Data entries
*** Block opens ***

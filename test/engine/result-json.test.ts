/**
 * An evaluation and its reference curves compute their warnings and PSDs when first read, and
 * still write themselves as JSON (and read) as the plain objects they stand for: every field,
 * the lazy ones included, in the same order. Checked on every example against an object built
 * by reading each field (common practice, no outside source: the claim is identity with it).
 */
import { readdirSync, readFileSync } from "node:fs";
import { join } from "node:path";
import { describe, expect, it } from "vitest";
import { evaluate } from "../../src/evaluate";
import { prepare } from "../../src/prepare";

const EXAMPLES = join(__dirname, "..", "..", "examples");
const files = readdirSync(EXAMPLES).filter((f) => f.endsWith(".json"));

describe.each(files)("%s", (file) => {
  const prepared = prepare(readFileSync(join(EXAMPLES, file), "utf8"));
  // The example's own band (a tabulated classical spectrum may cover no more), at few points.
  const band = prepared.setup.grid ?? { from: 1, to: 1e5 };
  const GRID = { from: band.from, to: band.to, points: 24 };

  it("writes its evaluation as JSON with every field read, the lazy warnings and reference PSDs included", () => {
    const evaluation = evaluate(prepared, GRID);
    const { budget } = evaluation;
    const plain = {
      assembled: evaluation.assembled,
      stability: evaluation.stability,
      physicality: evaluation.physicality,
      budget: {
        frequencies: budget.frequencies,
        quantity: budget.quantity,
        readout: budget.readout,
        total: budget.total,
        terms: budget.terms,
        references: budget.references.map((r) => ({ id: r.id, label: r.label, psd: r.psd })),
        warnings: budget.warnings,
      },
      cautions: evaluation.cautions,
      warnings: evaluation.warnings,
    };
    expect(budget.references.length).toBeGreaterThan(0);
    expect(JSON.stringify(evaluate(prepared, GRID))).toBe(JSON.stringify(plain));
  });

  it("reads the same warnings, cautions and reference PSDs twice (computed once, kept)", () => {
    const evaluation = evaluate(prepared, GRID);
    expect(evaluation.warnings).toBe(evaluation.warnings);
    expect(evaluation.warnings).toEqual([...evaluation.budget.warnings, ...prepared.warnings]);
    expect(evaluation.cautions).toEqual(prepared.cautions);
    for (const r of evaluation.budget.references) {
      expect(r.psd).toBe(r.psd);
      expect(r.psd.length).toBe(GRID.points);
      expect(r.psd.every((v) => Number.isFinite(v) && v >= 0)).toBe(true);
    }
  });
});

*** Block closes ***

- Aim of the exercise -
What goes in the answer is the run of lines from the one holding "expect(evaluation.cautions).toEqual(prepared.cautions);" to the end of the entries, reproduced exactly and with nothing else.

- Answer below -
    expect(evaluation.cautions).toEqual(prepared.cautions);
    for (const r of evaluation.budget.references) {
      expect(r.psd).toBe(r.psd);
      expect(r.psd.length).toBe(GRID.points);
      expect(r.psd.every((v) => Number.isFinite(v) && v >= 0)).toBe(true);
    }
  });
});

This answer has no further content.